• **EXERCISE REQUIREMENTS**:
Beginning with the line that contains "known = [line[np.isfinite(line)]" in the material below, print each line exactly until the line that contains "Sequence[str], scale: FrequencyScale)" has been printed, then stop.

• **SOURCE DATA**:
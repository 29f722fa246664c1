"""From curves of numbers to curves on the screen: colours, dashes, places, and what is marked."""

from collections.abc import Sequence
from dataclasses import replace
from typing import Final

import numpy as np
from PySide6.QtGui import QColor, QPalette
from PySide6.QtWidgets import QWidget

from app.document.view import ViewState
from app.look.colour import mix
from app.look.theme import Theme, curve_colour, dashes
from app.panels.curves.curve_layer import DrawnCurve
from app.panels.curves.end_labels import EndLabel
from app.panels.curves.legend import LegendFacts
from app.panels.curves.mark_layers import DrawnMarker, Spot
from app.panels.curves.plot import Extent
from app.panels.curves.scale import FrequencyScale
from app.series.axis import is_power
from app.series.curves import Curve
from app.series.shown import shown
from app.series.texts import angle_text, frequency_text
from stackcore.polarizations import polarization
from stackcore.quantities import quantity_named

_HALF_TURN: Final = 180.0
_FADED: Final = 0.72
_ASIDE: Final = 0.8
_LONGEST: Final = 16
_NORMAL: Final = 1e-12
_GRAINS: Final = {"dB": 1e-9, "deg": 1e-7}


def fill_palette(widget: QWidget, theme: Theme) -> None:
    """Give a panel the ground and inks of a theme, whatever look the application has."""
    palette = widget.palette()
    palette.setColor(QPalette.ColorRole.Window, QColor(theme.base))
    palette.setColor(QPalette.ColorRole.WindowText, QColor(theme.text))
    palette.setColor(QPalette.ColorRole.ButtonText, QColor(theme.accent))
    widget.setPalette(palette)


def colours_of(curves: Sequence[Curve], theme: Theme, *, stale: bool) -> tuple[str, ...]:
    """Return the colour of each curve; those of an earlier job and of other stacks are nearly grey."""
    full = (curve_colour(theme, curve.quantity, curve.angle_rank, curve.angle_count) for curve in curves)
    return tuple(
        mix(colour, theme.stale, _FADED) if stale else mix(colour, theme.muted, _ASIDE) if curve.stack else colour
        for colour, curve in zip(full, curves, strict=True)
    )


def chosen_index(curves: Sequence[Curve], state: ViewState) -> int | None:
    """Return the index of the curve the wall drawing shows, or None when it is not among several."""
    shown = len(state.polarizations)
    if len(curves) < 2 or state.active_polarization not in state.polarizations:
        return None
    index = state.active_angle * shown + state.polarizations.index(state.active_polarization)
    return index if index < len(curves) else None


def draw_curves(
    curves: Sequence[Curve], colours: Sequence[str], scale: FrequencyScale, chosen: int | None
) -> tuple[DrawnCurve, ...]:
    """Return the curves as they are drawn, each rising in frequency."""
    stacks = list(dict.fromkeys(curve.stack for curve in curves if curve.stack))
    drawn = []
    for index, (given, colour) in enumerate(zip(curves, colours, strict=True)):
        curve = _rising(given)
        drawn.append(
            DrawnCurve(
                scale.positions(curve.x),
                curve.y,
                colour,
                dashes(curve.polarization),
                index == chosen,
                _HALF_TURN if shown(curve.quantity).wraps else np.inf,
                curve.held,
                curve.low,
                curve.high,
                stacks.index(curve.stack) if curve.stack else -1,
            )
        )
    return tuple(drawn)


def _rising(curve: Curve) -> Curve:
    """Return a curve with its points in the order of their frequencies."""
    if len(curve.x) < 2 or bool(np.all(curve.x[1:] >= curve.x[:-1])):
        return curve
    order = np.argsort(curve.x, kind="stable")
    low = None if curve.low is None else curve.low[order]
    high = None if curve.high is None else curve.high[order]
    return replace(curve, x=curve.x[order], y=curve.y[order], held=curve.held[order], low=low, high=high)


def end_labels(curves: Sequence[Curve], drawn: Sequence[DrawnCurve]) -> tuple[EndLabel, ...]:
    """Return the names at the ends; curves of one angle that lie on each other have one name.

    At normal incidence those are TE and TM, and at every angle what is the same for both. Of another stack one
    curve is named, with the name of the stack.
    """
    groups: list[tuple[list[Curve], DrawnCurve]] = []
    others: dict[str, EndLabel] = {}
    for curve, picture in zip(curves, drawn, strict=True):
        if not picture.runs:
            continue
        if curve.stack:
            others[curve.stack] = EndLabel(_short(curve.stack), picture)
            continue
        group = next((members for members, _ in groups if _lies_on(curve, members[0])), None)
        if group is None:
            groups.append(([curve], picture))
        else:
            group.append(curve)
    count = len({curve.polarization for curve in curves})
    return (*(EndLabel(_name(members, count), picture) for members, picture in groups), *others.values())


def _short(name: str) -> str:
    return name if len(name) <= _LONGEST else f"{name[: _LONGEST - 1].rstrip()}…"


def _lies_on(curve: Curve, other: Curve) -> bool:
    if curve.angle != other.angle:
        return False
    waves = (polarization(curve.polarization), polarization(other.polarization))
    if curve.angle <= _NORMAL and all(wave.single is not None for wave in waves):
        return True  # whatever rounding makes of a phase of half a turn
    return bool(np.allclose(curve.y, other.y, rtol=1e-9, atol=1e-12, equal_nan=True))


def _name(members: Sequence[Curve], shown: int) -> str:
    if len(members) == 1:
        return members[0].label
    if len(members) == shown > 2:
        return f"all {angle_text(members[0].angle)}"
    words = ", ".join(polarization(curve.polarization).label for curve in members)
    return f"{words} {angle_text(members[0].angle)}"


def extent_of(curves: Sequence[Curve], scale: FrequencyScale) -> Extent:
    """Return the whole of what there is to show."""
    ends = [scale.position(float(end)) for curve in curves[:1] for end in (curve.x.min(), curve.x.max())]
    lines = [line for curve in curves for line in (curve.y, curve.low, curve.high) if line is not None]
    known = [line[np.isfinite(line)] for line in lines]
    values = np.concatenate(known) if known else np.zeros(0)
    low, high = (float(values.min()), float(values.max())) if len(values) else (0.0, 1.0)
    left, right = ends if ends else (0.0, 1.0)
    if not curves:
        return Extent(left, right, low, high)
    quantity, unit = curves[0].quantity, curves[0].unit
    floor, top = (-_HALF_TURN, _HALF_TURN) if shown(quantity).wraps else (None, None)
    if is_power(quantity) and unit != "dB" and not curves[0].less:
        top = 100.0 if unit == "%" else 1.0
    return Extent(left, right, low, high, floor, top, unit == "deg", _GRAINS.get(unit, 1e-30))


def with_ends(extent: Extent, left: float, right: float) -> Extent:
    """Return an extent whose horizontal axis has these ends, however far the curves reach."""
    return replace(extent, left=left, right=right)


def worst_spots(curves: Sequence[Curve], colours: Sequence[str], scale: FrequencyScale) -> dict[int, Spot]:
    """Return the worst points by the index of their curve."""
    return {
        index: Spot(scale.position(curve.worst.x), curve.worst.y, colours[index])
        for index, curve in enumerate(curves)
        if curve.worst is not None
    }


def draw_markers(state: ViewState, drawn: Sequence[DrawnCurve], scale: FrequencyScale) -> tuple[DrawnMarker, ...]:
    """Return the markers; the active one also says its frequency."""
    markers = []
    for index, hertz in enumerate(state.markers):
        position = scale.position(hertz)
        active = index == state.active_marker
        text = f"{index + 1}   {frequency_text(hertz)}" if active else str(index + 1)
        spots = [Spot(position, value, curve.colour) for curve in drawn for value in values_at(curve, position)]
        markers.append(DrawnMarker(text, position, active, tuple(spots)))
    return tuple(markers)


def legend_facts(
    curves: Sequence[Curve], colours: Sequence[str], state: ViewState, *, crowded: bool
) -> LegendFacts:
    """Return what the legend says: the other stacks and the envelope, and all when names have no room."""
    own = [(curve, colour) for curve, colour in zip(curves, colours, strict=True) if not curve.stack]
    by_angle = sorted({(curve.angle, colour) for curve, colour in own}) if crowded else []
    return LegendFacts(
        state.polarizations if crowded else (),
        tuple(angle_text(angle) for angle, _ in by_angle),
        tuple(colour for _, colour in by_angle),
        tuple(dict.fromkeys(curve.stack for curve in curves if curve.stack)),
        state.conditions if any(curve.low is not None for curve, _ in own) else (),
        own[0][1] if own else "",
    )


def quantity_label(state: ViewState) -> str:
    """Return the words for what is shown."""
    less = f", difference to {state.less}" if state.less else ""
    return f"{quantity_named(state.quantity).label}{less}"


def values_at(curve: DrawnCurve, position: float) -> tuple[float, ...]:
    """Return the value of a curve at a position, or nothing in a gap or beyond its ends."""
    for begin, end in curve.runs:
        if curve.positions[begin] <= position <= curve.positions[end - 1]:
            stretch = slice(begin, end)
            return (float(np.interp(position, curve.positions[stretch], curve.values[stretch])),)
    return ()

==

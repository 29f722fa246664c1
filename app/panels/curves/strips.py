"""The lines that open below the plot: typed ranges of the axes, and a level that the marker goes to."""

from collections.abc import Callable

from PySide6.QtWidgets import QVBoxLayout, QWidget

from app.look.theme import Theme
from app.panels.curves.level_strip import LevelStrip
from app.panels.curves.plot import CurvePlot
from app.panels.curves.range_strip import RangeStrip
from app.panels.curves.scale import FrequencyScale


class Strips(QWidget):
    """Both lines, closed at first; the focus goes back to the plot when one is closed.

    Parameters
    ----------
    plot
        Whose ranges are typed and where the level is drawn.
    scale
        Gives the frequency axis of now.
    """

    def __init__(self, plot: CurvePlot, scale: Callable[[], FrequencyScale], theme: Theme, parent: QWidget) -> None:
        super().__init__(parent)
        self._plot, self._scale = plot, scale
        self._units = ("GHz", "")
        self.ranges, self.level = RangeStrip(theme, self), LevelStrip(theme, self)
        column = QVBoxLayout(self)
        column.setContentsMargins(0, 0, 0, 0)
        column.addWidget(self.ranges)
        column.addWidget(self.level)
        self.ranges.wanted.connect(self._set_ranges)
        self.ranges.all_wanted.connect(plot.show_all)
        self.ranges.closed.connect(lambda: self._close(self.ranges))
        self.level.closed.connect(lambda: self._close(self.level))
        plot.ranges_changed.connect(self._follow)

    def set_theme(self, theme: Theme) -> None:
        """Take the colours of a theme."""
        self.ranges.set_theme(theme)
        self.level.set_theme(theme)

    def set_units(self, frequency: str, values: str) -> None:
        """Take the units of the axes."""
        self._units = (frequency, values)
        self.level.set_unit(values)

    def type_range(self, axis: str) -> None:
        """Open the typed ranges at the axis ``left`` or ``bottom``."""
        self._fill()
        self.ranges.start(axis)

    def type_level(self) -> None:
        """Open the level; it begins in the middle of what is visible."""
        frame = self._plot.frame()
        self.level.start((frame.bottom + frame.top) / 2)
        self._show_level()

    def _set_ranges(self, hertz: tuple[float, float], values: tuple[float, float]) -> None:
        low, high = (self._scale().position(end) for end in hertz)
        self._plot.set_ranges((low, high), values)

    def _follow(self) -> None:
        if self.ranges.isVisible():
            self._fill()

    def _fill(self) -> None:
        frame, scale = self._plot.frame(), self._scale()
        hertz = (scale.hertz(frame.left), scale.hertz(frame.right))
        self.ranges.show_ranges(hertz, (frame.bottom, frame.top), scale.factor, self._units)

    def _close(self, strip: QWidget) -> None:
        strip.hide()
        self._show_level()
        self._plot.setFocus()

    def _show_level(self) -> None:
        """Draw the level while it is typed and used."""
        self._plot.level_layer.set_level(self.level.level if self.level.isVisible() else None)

...

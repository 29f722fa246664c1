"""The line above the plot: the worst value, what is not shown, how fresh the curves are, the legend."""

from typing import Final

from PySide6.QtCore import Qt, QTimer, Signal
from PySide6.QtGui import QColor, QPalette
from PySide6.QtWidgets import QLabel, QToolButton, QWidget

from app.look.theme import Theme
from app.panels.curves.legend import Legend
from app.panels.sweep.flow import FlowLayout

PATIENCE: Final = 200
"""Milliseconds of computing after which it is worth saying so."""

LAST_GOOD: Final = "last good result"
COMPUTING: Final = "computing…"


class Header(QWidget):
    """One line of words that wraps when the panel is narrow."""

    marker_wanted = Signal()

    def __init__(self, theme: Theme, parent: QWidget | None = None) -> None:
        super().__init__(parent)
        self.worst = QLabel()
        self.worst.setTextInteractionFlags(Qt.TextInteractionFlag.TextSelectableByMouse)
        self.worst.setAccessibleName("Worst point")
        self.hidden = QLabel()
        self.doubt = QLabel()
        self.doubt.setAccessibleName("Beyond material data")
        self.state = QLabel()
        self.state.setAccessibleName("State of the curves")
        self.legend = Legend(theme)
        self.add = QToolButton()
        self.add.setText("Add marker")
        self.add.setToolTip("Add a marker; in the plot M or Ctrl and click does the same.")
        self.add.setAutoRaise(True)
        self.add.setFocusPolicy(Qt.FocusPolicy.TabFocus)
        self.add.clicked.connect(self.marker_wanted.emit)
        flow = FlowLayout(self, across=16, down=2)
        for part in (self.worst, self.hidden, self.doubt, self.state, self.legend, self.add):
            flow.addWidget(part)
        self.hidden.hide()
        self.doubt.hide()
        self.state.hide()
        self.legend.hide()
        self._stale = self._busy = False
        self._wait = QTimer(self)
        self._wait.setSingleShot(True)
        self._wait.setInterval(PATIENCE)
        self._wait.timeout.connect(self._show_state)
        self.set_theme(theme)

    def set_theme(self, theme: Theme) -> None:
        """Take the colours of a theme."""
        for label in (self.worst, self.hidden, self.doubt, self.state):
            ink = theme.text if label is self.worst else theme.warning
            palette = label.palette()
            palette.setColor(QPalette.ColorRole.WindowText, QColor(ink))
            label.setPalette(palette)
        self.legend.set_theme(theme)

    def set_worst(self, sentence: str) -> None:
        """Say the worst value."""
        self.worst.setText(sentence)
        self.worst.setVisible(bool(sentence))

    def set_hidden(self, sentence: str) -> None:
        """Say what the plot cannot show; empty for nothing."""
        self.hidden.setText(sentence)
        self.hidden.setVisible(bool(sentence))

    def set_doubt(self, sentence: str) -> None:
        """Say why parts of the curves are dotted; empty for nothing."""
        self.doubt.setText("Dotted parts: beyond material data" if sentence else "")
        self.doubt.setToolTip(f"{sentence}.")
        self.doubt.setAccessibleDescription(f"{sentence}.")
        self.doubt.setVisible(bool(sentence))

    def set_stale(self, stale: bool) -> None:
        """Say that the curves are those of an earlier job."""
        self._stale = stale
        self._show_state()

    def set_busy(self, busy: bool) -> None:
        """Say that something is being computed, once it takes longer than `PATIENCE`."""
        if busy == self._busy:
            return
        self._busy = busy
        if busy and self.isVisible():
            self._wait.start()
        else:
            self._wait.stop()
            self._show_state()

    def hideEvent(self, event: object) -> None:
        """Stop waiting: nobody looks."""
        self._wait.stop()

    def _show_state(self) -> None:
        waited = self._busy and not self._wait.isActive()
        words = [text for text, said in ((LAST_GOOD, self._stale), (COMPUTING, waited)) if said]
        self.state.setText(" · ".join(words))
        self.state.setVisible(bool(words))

• **WRITTEN RESPONSE**:
    known = [line[np.isfinite(line)] for line in lines]
    values = np.concatenate(known) if known else np.zeros(0)
    low, high = (float(values.min()), float(values.max())) if len(values) else (0.0, 1.0)
    left, right = ends if ends else (0.0, 1.0)
    if not curves:
        return Extent(left, right, low, high)
    quantity, unit = curves[0].quantity, curves[0].unit
    floor, top = (-_HALF_TURN, _HALF_TURN) if shown(quantity).wraps else (None, None)
    if is_power(quantity) and unit != "dB" and not curves[0].less:
        top = 100.0 if unit == "%" else 1.0
    return Extent(left, right, low, high, floor, top, unit == "deg", _GRAINS.get(unit, 1e-30))


def with_ends(extent: Extent, left: float, right: float) -> Extent:
    """Return an extent whose horizontal axis has these ends, however far the curves reach."""
    return replace(extent, left=left, right=right)


def worst_spots(curves: Sequence[Curve], colours: Sequence[str], scale: FrequencyScale) -> dict[int, Spot]:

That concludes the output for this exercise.